At this stage in the course the Pythagorean Theorem should be second nature to you. If you have not yet learned it, learn it now.

${\displaystyle a^{2}+b^{2}=c^{2}}$

${\displaystyle a}$ and ${\displaystyle b}$ of course are the legs or the adjacent and opposite edges, and ${\displaystyle c}$ is the hypotenuse, the longest side, the side that does not include the right angle. This formula only works for a right angle triangle. If the angle shown as a right angle in the diagram were obtuse, larger than a right angle, then ${\displaystyle c^{2}}$ would be larger than the Pythagorean sum. If the angle shown as a right angle were smaller than a right angle, then ${\displaystyle c^{2}}$ would be smaller than ${\displaystyle a^{2}+b^{2}}$ .

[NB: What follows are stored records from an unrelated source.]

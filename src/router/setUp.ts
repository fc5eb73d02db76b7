/** The pages of set-up, below `/set-up`. */
import type { RouteRecordRaw } from 'vue-router'

const station = 'set-up/stations/:id([1-9]\\d*)'
const meta = (title: string) => ({ title, page: 'setUp' })

export const setUpRoutes: RouteRecordRaw[] = [
  { path: 'set-up', name: 'setUp', component: () => import('../pages/SetUpPage.vue'), meta: meta('Set-up') },
  {
    path: 'set-up/stations/new',
    name: 'setUpNewStation',
    component: () => import('../pages/SetUpStationPage.vue'),
    meta: meta('New station'),
  },
  {
    path: station,
    name: 'setUpStation',
    component: () => import('../pages/SetUpStationPage.vue'),
    meta: meta('Station, set-up'),
  },
  {
    path: `${station}/array`,
    name: 'setUpArray',
    component: () => import('../pages/SetUpArrayPage.vue'),
    meta: meta('Array, set-up'),
  },
  {
    path: `${station}/sensors`,
    name: 'setUpSensors',
    component: () => import('../pages/SetUpSensorsPage.vue'),
    meta: meta('Sensors, set-up'),
  },
  {
    path: `${station}/link`,
    name: 'setUpLink',
    component: () => import('../pages/SetUpLinkPage.vue'),
    meta: meta('Keys and link, set-up'),
  },
  {
    path: `${station}/readings`,
    name: 'setUpReadings',
    component: () => import('../pages/SetUpReadingsPage.vue'),
    meta: meta('Readings, set-up'),
  },
  {
    path: `${station}/inputs`,
    name: 'setUpInputs',
    component: () => import('../pages/SetUpInputsPage.vue'),
    meta: meta('Other inputs, set-up'),
  },
]
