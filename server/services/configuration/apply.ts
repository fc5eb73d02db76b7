/** Puts people, lists and settings of a file in force, each with its own audit, in the transaction of the whole. */
import { Op } from 'sequelize'
import type { Transaction } from 'sequelize'
import type { Configuration, ConfiguredList, ConfiguredPerson } from '../../../shared/schemas/configuration.ts'
import type { ConfigurationChange } from '../../../shared/schemas/configuration.ts'
import type { Parts } from '../../config/parts.ts'
import { DistributionList, ListMember, Person } from '../../models/index.ts'
import { recordAudit } from '../audit.ts'
import { invalidInput, Refused } from '../problems.ts'
import { settingGroups } from '../settings.ts'
import { putContent } from '../settings/versions.ts'
import { toIds } from './names.ts'

export interface Author {
  personId: number
  reason: string
}

export type Applied = Pick<Configuration, 'settings' | 'people' | 'lists'>

/** People first, for lists name them; settings last, for they name lists. Answers whose sessions are to be looked at. */
export async function applyChanges(
  parts: Parts,
  wanted: Applied,
  changes: ConfigurationChange[],
  by: Author,
  transaction: Transaction,
): Promise<number[]> {
  const of = (kind: ConfigurationChange['kind']) =>
    changes.filter((one) => one.kind === kind && one.applies).map(({ key }) => key)
  const touched: number[] = []
  for (const email of of('people')) {
    const person = wanted.people[email]
    if (person) touched.push(await putPerson(parts, email, person, by, transaction))
  }
  // Deputies may be among those who were just added.
  for (const email of of('people')) {
    const person = wanted.people[email]
    if (person) await putDeputy(email, person.deputy, transaction)
  }
  for (const name of of('lists')) {
    const list = wanted.lists[name]
    if (list) await putList(parts, name, list, by, transaction)
  }
  for (const name of of('settings')) {
    const group = settingGroups.find((one) => one === name)
    if (!group) throw invalidInput([{ path: `settings.${name}`, message: 'is no group of settings of this version' }])
    await putContent(parts, group, await toIds(name, wanted.settings[name] ?? {}, transaction), by, transaction)
  }
  await keepAnAdministrator(by.personId, transaction)
  return touched
}

async function putPerson(
  parts: Parts,
  email: string,
  { deputy: _deputy, isDisabled, ...fields }: ConfiguredPerson,
  { personId: byId }: Author,
  transaction: Transaction,
): Promise<number> {
  if (email !== email.toLowerCase() || !/^[^\s@]+@[^\s@]+$/.test(email)) {
    throw invalidInput([{ path: `people.${email}`, message: 'is no address in small letters' }])
  }
  const now = parts.clock.now()
  const known = await Person.findOne({ where: { email }, lock: true, transaction })
  const before = known && { name: known.name, role: known.role, team: known.team, disabledAt: known.disabledAt }
  const disabledAt = isDisabled ? (known?.disabledAt ?? now) : null
  const person = known
    ? await known.update({ ...fields, disabledAt, version: known.version + 1, updatedAt: now }, { transaction })
    : await Person.create({ ...fields, email, disabledAt, createdAt: now, updatedAt: now }, { transaction })
  const change = { action: known ? 'person.change' : 'person.add', entity: 'person', entityId: person.id }
  await recordAudit(parts, { ...change, personId: byId, before, after: { email, ...fields, isDisabled } }, transaction)
  return person.id
}

async function putDeputy(email: string, deputy: string | null, transaction: Transaction): Promise<void> {
  const found = deputy === null ? null : await Person.findOne({ where: { email: deputy }, transaction })
  if (deputy !== null && (!found || deputy === email)) {
    throw invalidInput([{ path: `people.${email}.deputy`, message: `${deputy} is nobody who could stand in` }])
  }
  await Person.update({ deputyId: found?.id ?? null }, { where: { email }, transaction })
}

async function putList(
  parts: Parts,
  name: string,
  { members, ...fields }: ConfiguredList,
  { personId }: Author,
  transaction: Transaction,
): Promise<void> {
  const now = parts.clock.now()
  const people = await Person.findAll({ where: { email: members.map(({ person }) => person) }, transaction })
  const rows = members.map(({ person, hours, priorities }, position) => {
    const found = people.find(({ email }) => email === person)
    if (!found) throw invalidInput([{ path: `lists.${name}`, message: `${person} is nobody of this port` }])
    return { personId: found.id, position, hours, priorities }
  })
  const known = await DistributionList.findOne({ where: { name, retiredAt: null }, lock: true, transaction })
  const list = known
    ? await known.update({ ...fields, version: known.version + 1, updatedAt: now }, { transaction })
    : await DistributionList.create(
        { ...fields, name, createdAt: now, updatedAt: now, retiredAt: null },
        { transaction },
      )
  await ListMember.destroy({ where: { listId: list.id }, transaction })
  await ListMember.bulkCreate(
    rows.map((row) => ({ ...row, listId: list.id })),
    { transaction },
  )
  const change = { action: known ? 'list.change' : 'list.add', entity: 'list', entityId: list.id }
  await recordAudit(parts, { ...change, personId, after: { name, ...fields, members } }, transaction)
}

/** What was added by a file is taken back: people are disabled, lists go out of use; both stay where others name them. */
export async function takeBack(
  parts: Parts,
  added: ConfigurationChange[],
  { personId }: Author,
  transaction: Transaction,
): Promise<void> {
  const now = parts.clock.now()
  for (const { kind, key } of added) {
    if (kind === 'people') {
      await Person.update({ disabledAt: now, updatedAt: now }, { where: { email: key }, transaction })
      const change = { action: 'person.disable', entity: 'person', entityId: key.slice(0, 80), personId }
      await recordAudit(parts, { ...change, after: { email: key } }, transaction)
    }
    if (kind === 'lists') {
      const where = { name: key, retiredAt: null }
      await DistributionList.update({ retiredAt: now, updatedAt: now }, { where, transaction })
      const change = { action: 'list.retire', entity: 'list', entityId: key.slice(0, 80), personId }
      await recordAudit(parts, { ...change, after: { name: key } }, transaction)
    }
  }
}

/** Nobody could mend anything any more; and nobody locks themselves out by a file. */
async function keepAnAdministrator(personId: number, transaction: Transaction): Promise<void> {
  const where = { role: 'admin' as const, disabledAt: null, passwordHash: { [Op.not]: null } }
  const administrators = await Person.findAll({ where, attributes: ['id'], transaction })
  if (administrators.some(({ id }) => id === personId)) return
  throw new Refused({
    status: 409,
    code: 'configuration.locksOut',
    title: 'Nothing was changed',
    detail:
      'This file would take your own account its role, or disable it. Another administrator can do that on People.',
  })
}
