/** Pages of administrators about the office itself: people, audit, settings, system. */
import type { RouteRecordRaw } from 'vue-router'

const meta = (title: string) => ({ title, page: 'setUp' })

export const officeRoutes: RouteRecordRaw[] = [
  {
    path: 'people/:id([1-9]\\d*)?',
    name: 'people',
    component: () => import('../pages/PeoplePage.vue'),
    meta: meta('People'),
  },
  { path: 'audit', name: 'audit', component: () => import('../pages/AuditPage.vue'), meta: meta('Audit') },
  {
    path: 'settings',
    name: 'officeSettings',
    component: () => import('../pages/OfficeSettingsPage.vue'),
    meta: meta('Settings'),
  },
  { path: 'system', name: 'system', component: () => import('../pages/SystemPage.vue'), meta: meta('System') },
]
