/** Codes of six digits by the clock (RFC 6238: SHA-1, 30 s), which is what authenticator programs of telephones make. */
import { generateSync, verifySync } from 'otplib'

export const stepSeconds = 30

export const stepAt = (at: Date): number => Math.floor(at.getTime() / 1000 / stepSeconds)

/**
 * The step whose code this is, one either side of now because no two clocks agree; null where it is none, or where this
 * code or a later one was taken before.
 */
export function stepOfCode(secret: string, code: string, at: Date, lastStep: number | null): number | null {
  if (!/^\d{6}$/.test(code)) return null
  for (const step of [stepAt(at), stepAt(at) - 1, stepAt(at) + 1]) {
    const epoch = step * stepSeconds
    if (!verifySync({ secret, token: code, epoch, period: stepSeconds, digits: 6, algorithm: 'sha1' }).valid) continue
    return lastStep !== null && step <= lastStep ? null : step
  }
  return null
}

/** As the telephone shows it at this moment. */
export const codeAt = (secret: string, at: Date): string =>
  generateSync({ secret, epoch: at.getTime() / 1000, period: stepSeconds, digits: 6, algorithm: 'sha1' })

Sine, Cosine, and Tangent for Right Triangles

Sine, Cosine, and Tangent are all functions of an angle, which are useful in right triangle calculations. For an angle designated as θ, the sine function is abbreviated as sin θ, the cosine function is abbreviated as cos θ, and the tangent function is abbreviated as tan θ. For any
angle θ, sin θ, cos θ, and tan θ are each single determined values and if θ is a known value, sin θ, cos θ, and tan θ can be looked up in a table or found with a calculator. There is a table listing these function values at the end of this section. For an angle between listed values, the sine, cosine, or tangent of that angle can be estimated from the values in the table. Conversely, if a number is known to be the sine, cosine, or tangent of an angle, then such tables could be used in reverse to find (or estimate) the value of a corresponding angle.

These three functions are related to right triangles in the following ways:

In a right triangle,

• the sine of a non-right angle equals the length of the leg opposite that angle divided by the length of the hypotenuse.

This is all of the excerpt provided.